A Geometric Study of Superintegrable Systems

TL;DR

This paper uses invariant theory and geometric methods to classify superintegrable systems, revealing how their parameters relate to geometric structures and analyzing the separability of the TTW system.

Contribution

It introduces an intrinsic geometric classification of superintegrable potentials using invariant theory, and characterizes the separability properties of the TTW system.

Findings

Fewer parameters in the SW potential correspond to more complex geometric structures.

Only for k=±1 does the TTW system admit orthogonal separation in Cartesian and polar coordinates.

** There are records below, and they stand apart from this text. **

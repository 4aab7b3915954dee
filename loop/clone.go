package loop

// Clone returns a deep copy of sc: every slice of the scenario (groups,
// their distances, speeds and custom taps, the inner loop's levels and
// thresholds, the link table) is copied, so changing the copy never
// changes sc. A nil slice stays nil.
func (sc Scenario) Clone() Scenario {
	out := sc
	if sc.Groups != nil {
		out.Groups = make([]UserGroup, len(sc.Groups))
		for i, g := range sc.Groups {
			g.DistancesM = cloneSlice(g.DistancesM)
			g.Speeds = cloneSlice(g.Speeds)
			g.CustomTaps = cloneSlice(g.CustomTaps)
			out.Groups[i] = g
		}
	}
	out.InnerLoop.LevelsDB = cloneSlice(sc.InnerLoop.LevelsDB)
	out.InnerLoop.ThresholdsDB = cloneSlice(sc.InnerLoop.ThresholdsDB)
	out.Link.Table = cloneSlice(sc.Link.Table)
	return out
}

func cloneSlice[T any](s []T) []T {
	if s == nil {
		return nil
	}
	return append(make([]T, 0, len(s)), s...)
}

The recursive Cartan method effectively derives joint invariants for classification.

Abstract

Superintegrable systems are classical and quantum Hamiltonian systems which enjoy much symmetry and structure that permit their solubility via analytic and even, algebraic means. They include such well-known and important models as the Kepler potential, Calogero-Moser model, and harmonic oscillator, as well as its integrable perturbations, for example, the Smorodinsky-Winternitz (SW) potential. Normally, the problem of classification of superintegrable systems is approached by considering associated algebraic, or geometric structures. To this end we invoke the invariant theory of Killing tensors (ITKT). Through the ITKT, and in particular, the recursive version of the Cartan method of moving frames to derive joint invariants, we are able to intrinsically characterise and interpret the arbitrary parameters appearing in the general form of the SW superintegrable potential. Specifically, we determine, using joint invariants, that the more general the geometric structure associated with the SW potential is, the fewer arbitrary parameters it admits. Additionally, we classify the multi-separability of a recently discovered superintegrable system which generalizes the SW potential and is dependent on an additional arbitrary parameter k, known as the Tremblay-Turbiner-Winternitz (TTW) system. We provide a proof that only for the case k=+/-1 does the general TTW system admit orthogonal separation of variables with respect to both Cartesian and polar coordinates.